- [Problem description] Gather from the listing below each line that includes the word "where", and copy it.

- [Input data]

'''

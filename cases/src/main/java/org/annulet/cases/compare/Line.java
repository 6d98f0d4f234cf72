package org.annulet.cases.compare;

import java.util.List;
import java.util.Optional;

/**
 * One line of a comparison.
 *
 * @param match who is compared with whom
 * @param verdict in one word
 * @param frequencyDifference theirs less ours in Hz; NaN without a match
 * @param growthDifference theirs less ours in 1/s; NaN where not known
 * @param frequencyBars size of the difference over our error bar and their tolerance together; NaN
 *     where not known
 * @param growthBars the same for the growth rate
 * @param words the verdict in a sentence
 * @param nearField of a chain of ducts what near fields at its steps would move it by, {Hz, 1/s}
 * @param levers which inputs would close the difference, in sentences
 */
record Line(
    Match match,
    Verdict verdict,
    double frequencyDifference,
    double growthDifference,
    double frequencyBars,
    double growthBars,
    String words,
    Optional<double[]> nearField,
    List<String> levers) {
  /** How the two sides stand to each other. */
  enum Verdict {
    /** Within error bar and tolerance. */
    AGREES,
    /** Apart by more. */
    DIFFERS,
    /** It could be another one. */
    AMBIGUOUS,
    /** They do not have it. */
    ONLY_HERE,
    /** We do not have it. */
    ONLY_THERE,
    /** They have it where we did not look. */
    NOT_LOOKED_FOR
  }
}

'''

- [Task solution]
 * @param growthDifference theirs less ours in 1/s; NaN where not known
 *     where not known
    /** They have it where we did not look. */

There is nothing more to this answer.